Your assignment:
From the line with "pub(super) fn face(work: &Work, side: usize)" onward, reproduce each line of the entries exactly, ending at the last one, and add nothing.

Extracted material:
//! D10: corners of an end support and a held side edge. T1, T2 and edge bars already there count; only the shortfall is added.

use super::{Along, Layer, Role, Run, Work, lines};
use crate::base::{area_per_metre, mm, up};
use crate::rules::{areas, spacing};
use crate::steel::made::{End, Form, between};
use crate::tables::tables;
use crate::trace::rule;
use itertools::Itertools;

/// Share of the effective span over which corner bars reach each way (common practice).
const EXTENT: f64 = 0.20;

pub(super) fn plan(work: &mut Work) {
    for support in [0, work.stations.last()] {
        for side in 0..2 {
            if work.slab.edges[side].is_held() {
                along_span(work, support, side);
            }
        }
    }
}

/// Bars along the span over a corner: T1 of the end counts; what it lacks of As,min is added midway between its bars.
/// Across the span T2 or the edge bars give As,min already: D9 leaves T2 to serve only where it does.
fn along_span(work: &mut Work, support: usize, side: usize) {
    let (k, at_start) = if support == 0 { (0, true) } else { (support - 1, false) };
    let zone = work.address(&format!("support:{}", work.slab.supports[support].grid));
    let reaches_end = |r: &&Run| {
        let (low, high) = r.made.extent();
        if at_start { low < work.stations.start + 100.0 } else { high > work.stations.end - 100.0 }
    };
    let mut ends = work.plan.runs.iter().filter(|r| matches!(r.role, Role::EndTop | Role::SupportTop) && r.zone.ends_with("/T1")).filter(reaches_end);
    let Some(end) = ends.next() else { return };
    let (size, step, level) = (end.made.size, end.spacing, end.z);
    let all: Vec<f64> = end.lines.iter().chain(ends.flat_map(|r| &r.lines)).copied().sorted_by(f64::total_cmp).collect();
    let least = areas::least(work.fck(), work.fyk(), work.top_depth(size)).value;
    let area = area_per_metre(size, step);
    let most = spacing::most(spacing::Zone::Main, work.h());
    if area >= least && step <= most {
        return;
    }
    let short = (least - area).max(1.0);
    let Some(added) = tables().preferred_sizes().find(|s| *s >= 10 && area_per_metre(*s, step) >= short) else { return };
    let extent = EXTENT * work.stations.spans[k].effective;
    let width = work.slab.width.value;
    let reach_across = work.slab.edge_width[side] + extent;
    // A narrow slab's two corners may share bars.
    let zone = format!("{zone}/corner");
    let known: Vec<f64> = work.plan.runs.iter().filter(|r| r.zone == zone).flat_map(|r| r.lines.clone()).collect();
    let inside = |y: f64| if side == 0 { y <= reach_across } else { y >= width - reach_across && known.iter().all(|k| (k - y).abs() > 1.0) };
    let lines: Vec<f64> = all.iter().tuple_windows().map(|(a, b)| (a + b) / 2.0).filter(|y| inside(*y)).collect();
    let span = &work.stations.spans[k];
    let (face, to) = if at_start {
        (work.stations.start + work.side(), up(span.left_face + extent, 25.0))
    } else {
        (work.stations.end - work.side(), -up(-(span.right_face - extent), 25.0))
    };
    let forms = if at_start {
        [Form::Straight(End::Face(face)), Form::Straight(End::Free(to))]
    } else {
        [Form::Straight(End::Free(to)), Form::Straight(End::Face(face))]
    };
    let made = between(added, forms[0], forms[1], &work.basis.deduction);
    let text = format!("T1 gives {} mm²/m at {} mm in the corner, As,min is {}: size {added} added between its bars", mm(area), mm(step), mm(least));
    let grid = work.slab.supports[support].grid.clone();
    work.reason(&format!("support:{grid}/corner"), text, rule("D10"));
    // The upright of a U-bar leaves its main leg the deduction lower: the added bar lies at the same level.
    let z = level + (f64::from(size) - f64::from(added)) / 2.0;
    let standing = lines::Standing::new(all.iter().map(|y| (*y, f64::from(size))));
    let lines = lines.into_iter().map(|y| standing.clear(y, f64::from(added), 0.0, width)).collect_vec();
    work.plan.runs.push(Run { layer: Layer::T1, role: Role::Corner, along: Along::X, made, lines, z, spacing: step, zone, lap: 0.0, turn: "" });
}
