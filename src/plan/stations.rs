//! D1 to D3: grids, faces, support lines and effective spans.

use super::Work;
use crate::base::mm;
use crate::job::Slab;
use crate::trace::{Step, ec2, rule};

/// Stations along the span, mm, from the centre of support 0.
#[derive(Clone, Debug)]
pub struct Stations {
    /// Where the concrete starts and ends.
    pub start: f64,
    pub end: f64,
    pub supports: Vec<SupportAt>,
    pub spans: Vec<SpanAt>,
}

#[derive(Clone, Debug)]
pub struct SupportAt {
    pub centre: f64,
    pub left_face: f64,
    pub right_face: f64,
}

#[derive(Clone, Debug)]
pub struct SpanAt {
    /// Clear span, face to face.
    pub clear: f64,
    pub effective: f64,
    pub left_face: f64,
    pub right_face: f64,
    /// Support lines: a inside the support from its face.
    pub left_line: f64,
    pub right_line: f64,
}

impl Stations {
    pub fn of(slab: &Slab) -> Stations {
        let mut centre = 0.0;
        let mut supports = Vec::new();
        for (i, support) in slab.supports.iter().enumerate() {
            if i > 0 {
                centre += slab.spans[i - 1].length.value;
            }
            let half = support.width.value / 2.0;
            supports.push(SupportAt { centre, left_face: centre - half, right_face: centre + half });
        }
        let last = slab.supports.len() - 1;
        let inside = |support: usize| {
            let seat = if support == 0 || support == last { slab.supports[support].bearing.value } else { slab.supports[support].width.value };
            (slab.thickness.value / 2.0).min(seat / 2.0)
        };
        let spans = (0..last)
            .map(|k| {
                let (left_face, right_face) = (supports[k].right_face, supports[k + 1].left_face);
                let (left_line, right_line) = (left_face - inside(k), right_face + inside(k + 1));
                SpanAt { clear: right_face - left_face, effective: right_line - left_line, left_face, right_face, left_line, right_line }
            })
            .collect();
        Stations {
            start: supports[0].right_face - slab.supports[0].bearing.value,
            end: supports[last].left_face + slab.supports[last].bearing.value,
            supports,
            spans,
        }
    }

    /// The effective span that top bars over a support use: the greater of its two (D3).
    pub fn top_span(&self, support: usize) -> f64 {
        let left = support.checked_sub(1).and_then(|k| self.spans.get(k)).map_or(0.0, |s| s.effective);
        let right = self.spans.get(support).map_or(0.0, |s| s.effective);
        left.max(right)
    }

    pub fn last(&self) -> usize {
        self.supports.len() - 1
    }
}

/// The steps of every effective span.
pub(super) fn explain(work: &mut Work) {
    for k in 0..work.stations.spans.len() {
        let steps = effective_steps(work, k);
        work.explain(&format!("span:{}/effective", k + 1), steps);
    }
}

pub(super) fn effective_steps(work: &Work, k: usize) -> Vec<Step> {
    let span = &work.stations.spans[k];
    let (a, b) = (span.left_face - span.left_line, span.right_line - span.right_face);
    vec![
        Step::new(
            "clear span ln",
            format!("{} between centres, less the supports to their faces", mm(work.slab.spans[k].length.value)),
            format!("{} mm", mm(span.clear)),
        )
        .cited(rule("D1"))
        .at(&work.slab.spans[k].length.at),
        Step::new(
            "effective span leff",
            format!("ln + a + a = {} + {} + {}, a = min(h/2, t/2), h = {}", mm(span.clear), mm(a), mm(b), mm(work.h())),
            format!("{} mm", mm(span.effective)),
        )
        .cited(ec2("5.3.2.2"))
        .at(&work.slab.thickness.at),
    ]
}
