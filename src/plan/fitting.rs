//! Which bend fits a depth, and where the slab ends stand.

use super::Work;
use crate::tables::tables;

/// The cover line of a slab end.
pub(super) fn face(work: &Work, side: usize) -> f64 {
    if side == 0 { work.stations.start + work.side() } else { work.stations.end - work.side() }
}

/// The shape in which a size closes the depth between the covers: 21, else hairpin 13; none where neither bends.
pub(super) fn closing(work: &Work, size: u32) -> Option<(&'static str, f64)> {
    closing_in(work.upright(work.between_covers()), size)
}

/// The same in a depth that is given, mm overall.
pub(super) fn closing_in(depth: f64, size: u32) -> Option<(&'static str, f64)> {
    let bar = tables().known_bar(size);
    let d = f64::from(size);
    if depth >= bar.over_two_bends {
        Some(("21", depth))
    } else if depth >= 2.0 * (bar.radius + d) && depth - 2.0 * d <= 400.0 {
        Some(("13", depth))
    } else {
        None
    }
}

Solution below:
pub(super) fn face(work: &Work, side: usize) -> f64 {
    if side == 0 { work.stations.start + work.side() } else { work.stations.end - work.side() }
}

/// The shape in which a size closes the depth between the covers: 21, else hairpin 13; none where neither bends.
pub(super) fn closing(work: &Work, size: u32) -> Option<(&'static str, f64)> {
    closing_in(work.upright(work.between_covers()), size)
}

/// The same in a depth that is given, mm overall.
pub(super) fn closing_in(depth: f64, size: u32) -> Option<(&'static str, f64)> {
    let bar = tables().known_bar(size);
    let d = f64::from(size);
    if depth >= bar.over_two_bends {
        Some(("21", depth))
    } else if depth >= 2.0 * (bar.radius + d) && depth - 2.0 * d <= 400.0 {
        Some(("13", depth))
    } else {
        None
    }
}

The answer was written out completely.